AUSTIN, Texas - An unwanted, sticky glaze showing up in Central Texas has been blamed on recently rains and what bugs leave behind.

Austin arborist Michael Embesi says the culprits are aphids.

He told the Austin American-Stateman, for a story Sunday, that a spike in aphids and their excrement is probably related to July rains that contributed to unusual new leaf growth. The insects eat leaves and excrete indigestible bits as the sugar-water-like honeydew.

Mike Merchant, who's an urban entomologist with Texas AgriLife Extension Service, said honeydew can lead to mold on plants.

Experts say homeowners can spray leaves with water for a few minutes, several days a week, to knock aphids off. Other steps include using insecticidal soaps or horticultural oils.

TME And the lesson here is? That's right - aphid poop is gross. The more you know

Kids today

COLUMBUS, Ohio - A four-day Xbox gaming marathon apparently was too much for one 15-year-old Ohio boy.

WCMH-TV reports that the Columbus teen collapsed and was hospitalized Tuesday after becoming severely dehydrated. His mother says he emerged from his bedroom during the four days only to pick up snacks or take a quick shower.
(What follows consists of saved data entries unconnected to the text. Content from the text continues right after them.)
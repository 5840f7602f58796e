"""CSV exchange of runs: import (validated row by row) and export of runs, fits and predictions.

Import format: one row per observation
---------------------------------------
A file starts with a header row; rows whose first cell starts with ``#`` are comments
and are skipped (they still count for line numbers). Rows with the same
``substance``, ``laboratory``, ``study_reference`` and ``run`` form one run; its
conditions (temperature, pH, buffer, ...) must be the same on every row of the run.

======================================  =========  ===============================================
column                                  required   meaning
======================================  =========  ===============================================
``substance``                           yes        substance name (created if new)
``laboratory``                          yes        laboratory that ran the study
``study_reference``                     no         study report or protocol reference
``test_guideline``                      no         test guideline followed
``glp``                                 no         GLP study: yes/no, true/false, 1/0
``run``                                 yes        run (replicate) label, unique within a study at
                                                   one temperature and pH
``temperature_C`` or ``temperature_K``  yes        incubation temperature [°C] or [K]
``pH``                                  yes        pH measured at the incubation temperature
``buffer``                              no         buffer description
``ionic_strength_M``                    no         ionic strength [mol/L]
``cosolvent_percent_v_v``               no         co-solvent [% v/v]
``sterile``, ``dark``                   no         yes/no (default yes)
``time_<u>``                            series     time since start; ``<u>`` one of s, min, h, d
``concentration_<u>``                   series     concentration; ``<u>`` e.g. ``mg_per_L``,
                                                   ``umol_per_L``, ``percent`` (of initial)
``below_loq``                           no         yes/no: the value is below the LOQ
``loq``                                 no         limit of quantification, in the
                                                   concentration unit of the row
``k_obs_per_<u>`` or ``dt50_<u>``       rate       a reported rate constant or DT50 instead of a
                                                   series (one row per run; ``<u>`` s, min, h, d)
``se_ln_k``                             no         standard error of ln k of a reported rate
``model``                               no         series model for the run: SFO, FOMC, DFOP, HS
``notes``                               no         free text (kept with the run)
======================================  =========  ===============================================

Instead of a unit in the header, ``time`` with a ``time_unit`` column and
``concentration`` with a ``concentration_unit`` column may be used (units then may
differ between runs, e.g. ``mg/L`` or ``%``).

Every problem is reported with its line number (the header is line 1) and column;
nothing is imported from a file with a problem. Exports write the same columns, so an
exported file imports again.
"""

from __future__ import annotations

import csv
import io
import json
import math
import re
from collections.abc import Callable, Iterable, Mapping, Sequence
from dataclasses import dataclass
from pathlib import Path
from typing import IO, Any

import numpy as np

from kinetics import units
from kinetics.errors import InputError

__all__ = [
    "CsvProblem",
    "CsvFormatError",
    "CsvObservation",
    "CsvRun",
    "KNOWN_COLUMNS",
    "read_runs_csv",
    "parse_runs_csv",
    "run_to_payload",
    "csv_run_from_stored",
    "ImportSummary",
    "NewSubstanceRefused",
    "store_runs",
    "runs_to_csv",
    "rows_to_csv",
    "to_json",
    "PREDICTION_COLUMNS",
    "predictions_to_rows",
    "series_fit_rows",
    "surface_parameter_rows",
]

_MAX_PROBLEMS = 50
_TRUE = {"yes", "y", "true", "t", "1"}
_FALSE = {"no", "n", "false", "f", "0"}

#: fixed column names (unit-carrying columns are matched by pattern, see module docstring)
KNOWN_COLUMNS = (
    "substance", "laboratory", "study_reference", "test_guideline", "glp", "run",
    "temperature_C", "temperature_K", "pH", "buffer", "ionic_strength_M",
    "cosolvent_percent_v_v", "sterile", "dark", "time", "time_unit", "concentration",
    "concentration_unit", "below_loq", "loq", "se_ln_k", "model", "notes",
)

_TIME_RE = re.compile(r"^time_(s|min|h|d)$")
_CONC_RE = re.compile(r"^concentration_([A-Za-z0-9_]+)$")
_RATE_RE = re.compile(r"^k_obs_per_(s|min|h|d)$")
_DT50_RE = re.compile(r"^dt50_(s|min|h|d)$")

_SERIES_MODELS = ("SFO", "FOMC", "DFOP", "HS")


def _conc_token_to_unit(token: str) -> str | None:
    """``mg_per_L`` -> ``mg/L``, ``percent`` -> ``%``; None if not a known unit."""
    if token == "percent":
        return "%"
    unit = token.replace("_per_", "/")
    return unit if unit in units.CONCENTRATION_UNITS else None


def _unit_to_conc_token(unit: str) -> str:
    return "percent" if unit == "%" else unit.replace("/", "_per_")


@dataclass(frozen=True)
class CsvProblem:
    """One problem found in a CSV file.

    Attributes
    ----------
    line : int
        Line number in the file (the header is line 1).
    column : str
        Column name ("" when the problem concerns the whole row).
    message : str
        What is wrong, repeating the bad value.
    """

    line: int
    column: str
    message: str

    def __str__(self) -> str:
        where = f"line {self.line}" + (f", column {self.column!r}" if self.column else "")
        return f"{where}: {self.message}"

    def to_dict(self) -> dict[str, Any]:
        return {"line": self.line, "column": self.column, "message": self.message}


class CsvFormatError(InputError):
    """A CSV file could not be imported; ``problems`` lists every problem found (capped)."""

    def __init__(self, problems: Sequence[CsvProblem], truncated: bool = False):
        self.problems = tuple(problems)
        self.truncated = truncated
        head = "; ".join(str(p) for p in self.problems[:3])
        more = len(self.problems) - 3
        suffix = f" (and {more} more problem{'s' if more != 1 else ''})" if more > 0 else ""
        if truncated:
            suffix += " (stopped after the first problems)"
        super().__init__(f"CSV not imported: {head}{suffix}")


@dataclass(frozen=True)
class CsvObservation:
    """One observation row: time [unit of the run], concentration [unit of the run]."""

    line: int
    time: float
    concentration: float
    below_loq: bool = False


@dataclass(frozen=True)
class CsvRun:
    """One run assembled from the rows of a CSV file.

    Times and concentrations are kept in the units the file gives (``time_unit``,
    ``concentration_unit``); the service converts them to SI when it stores them.
    """

    first_line: int
    substance: str
    laboratory: str
    replicate_label: str
    temperature_K: float
    pH: float
    study_reference: str | None = None
    test_guideline: str | None = None
    glp: bool | None = None
    buffer: str | None = None
    ionic_strength_M: float | None = None
    cosolvent_percent_v_v: float | None = None
    sterile: bool = True
    dark: bool = True
    kind: str = "series"
    time_unit: str | None = None
    concentration_unit: str | None = None
    loq: float | None = None
    observations: tuple[CsvObservation, ...] = ()
    k_obs: float | None = None
    rate_unit: str | None = None
    dt50: float | None = None
    dt50_unit: str | None = None
    se_ln_k: float | None = None
    model: str | None = None
    notes: str | None = None

    @property
    def study_key(self) -> tuple[str, str, str]:
        """(substance, laboratory, study reference) that identifies the study of this run."""
        return (self.substance, self.laboratory, self.study_reference or "")


@dataclass
class _Columns:
    index: dict[str, int]
    time_col: str | None = None
    time_unit: str | None = None
    conc_col: str | None = None
    conc_unit: str | None = None
    rate_col: str | None = None
    rate_unit: str | None = None
    dt50_col: str | None = None
    dt50_unit: str | None = None
    temp_col: str | None = None


def _read_header(header: list[str], problems: list[CsvProblem]) -> _Columns:
    cols = _Columns(index={})
    for pos, raw in enumerate(header):
        name = raw.strip().lstrip("\ufeff")
        if not name:
            problems.append(CsvProblem(1, "", f"column {pos + 1} of the header is empty"))
            continue
        if name in cols.index:
            problems.append(CsvProblem(1, name, f"column {name!r} appears twice in the header"))
            continue
        cols.index[name] = pos
        if name in KNOWN_COLUMNS:
            if name in ("temperature_C", "temperature_K"):
                if cols.temp_col:
                    problems.append(CsvProblem(
                        1, name, f"give the temperature once: both {cols.temp_col!r} and "
                        f"{name!r} are present"))
                cols.temp_col = name
            elif name == "time":
                cols.time_col = name
            elif name == "concentration":
                cols.conc_col = name
            continue
        if m := _TIME_RE.match(name):
            cols.time_col, cols.time_unit = name, m.group(1)
        elif m := _RATE_RE.match(name):
            cols.rate_col, cols.rate_unit = name, f"1/{m.group(1)}"
        elif m := _DT50_RE.match(name):
            cols.dt50_col, cols.dt50_unit = name, m.group(1)
        elif m := _CONC_RE.match(name):
            unit = _conc_token_to_unit(m.group(1))
            if unit is None:
                valid = ", ".join(f"concentration_{_unit_to_conc_token(u)}"
                                  for u in units.CONCENTRATION_UNITS)
                problems.append(CsvProblem(
                    1, name, f"unknown concentration unit in column {name!r}; valid: {valid}"))
            else:
                cols.conc_col, cols.conc_unit = name, unit
        else:
            problems.append(CsvProblem(
                1, name,
                f"unknown column {name!r}; valid columns: {', '.join(KNOWN_COLUMNS)}, "
                "time_<s|min|h|d>, concentration_<unit>, k_obs_per_<s|min|h|d>, dt50_<s|min|h|d>"))
    for required in ("substance", "laboratory", "run", "pH"):
        if required not in cols.index:
            problems.append(CsvProblem(1, required, f"required column {required!r} is missing"))
    if cols.temp_col is None:
        problems.append(CsvProblem(
            1, "temperature_C",
            "a temperature column is required: temperature_C or temperature_K"))
    has_series = cols.time_col is not None or cols.conc_col is not None
    has_rate = cols.rate_col is not None or cols.dt50_col is not None
    if not has_series and not has_rate:
        problems.append(CsvProblem(
            1, "", "no measurement columns: give time_<unit> and concentration_<unit> "
            "(one row per observation) or k_obs_per_<unit> / dt50_<unit> (one row per run)"))
    if has_series and (cols.time_col is None or cols.conc_col is None):
        missing = "a time column (time_<unit>)" if cols.time_col is None else \
            "a concentration column (concentration_<unit>)"
        problems.append(CsvProblem(1, "", f"a series needs both time and concentration: "
                                          f"{missing} is missing"))
    if cols.time_col == "time" and "time_unit" not in cols.index:
        problems.append(CsvProblem(1, "time", "column 'time' needs a 'time_unit' column "
                                              "(or name the column time_d, time_h, ...)"))
    if cols.conc_col == "concentration" and "concentration_unit" not in cols.index:
        problems.append(CsvProblem(1, "concentration",
                                   "column 'concentration' needs a 'concentration_unit' column "
                                   "(or name the column concentration_mg_per_L, ...)"))
    if cols.rate_col and cols.dt50_col:
        problems.append(CsvProblem(1, cols.dt50_col, "give either k_obs_per_<unit> or "
                                                     "dt50_<unit>, not both"))
    return cols
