"""Hand-written SVG line and scatter plots for the HTML report.

No plotting library is needed: a plot is a handful of ``<path>`` and ``<text>``
elements. The style is built to survive a grey-scale printer: every series
differs from its neighbours by dash pattern *and* marker shape, not only by
colour, and confidence bands are a light neutral fill drawn under the lines.

Each series is drawn as exactly one element with class ``series`` (a line, or
for a points-only series its markers), so a test or a script can count the
series of a rendered plot with ``svg path.series``. Non-finite values are
skipped (a line is broken at them); they never reach the SVG text.

Public entry points: :class:`Series`, :class:`Band`, :func:`plot`,
:func:`nice_ticks`, :func:`log_ticks`.
"""

from __future__ import annotations

import html
import math
from collections.abc import Sequence
from dataclasses import dataclass

__all__ = [
    "Series",
    "Band",
    "Axis",
    "plot",
    "nice_ticks",
    "log_ticks",
    "STYLE_COUNT",
    "SERIES_KINDS",
]

#: how a series is drawn
SERIES_KINDS = ("line", "points", "line+points")

# Ink colours chosen to differ in lightness as well as hue (readable in grey).
_INKS = ("#14213d", "#9c4221", "#1f6f5c", "#6b4c9a", "#8a7014", "#4a4a4a", "#b0306a")
# Dash patterns (stroke-dasharray); "" is solid.
_DASHES = ("", "7 3", "2 2.5", "9 3 2 3", "4 4", "12 3 2 3 2 3", "1 4")
# Marker shapes, cycled with a different period than the dashes.
_MARKERS = ("circle", "square", "triangle", "diamond", "cross", "nabla", "plus")
_MARKER_FILLED = (True, False, True, False, True, False, True)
The boy was so engrossed in playing Modern Warfare 3 on Xbox that he made himself sick.

He's expected to be OK - but his mom has taken away the Xbox.

Dr. Mike Patrick, an emergency physician at Nationwide Children's Hospital, recommended that gamers use some common sense: Get plenty of food and fluids, take breaks for physical activity and get some sleep.

TME We're sure taking the Xbox away will fix everything.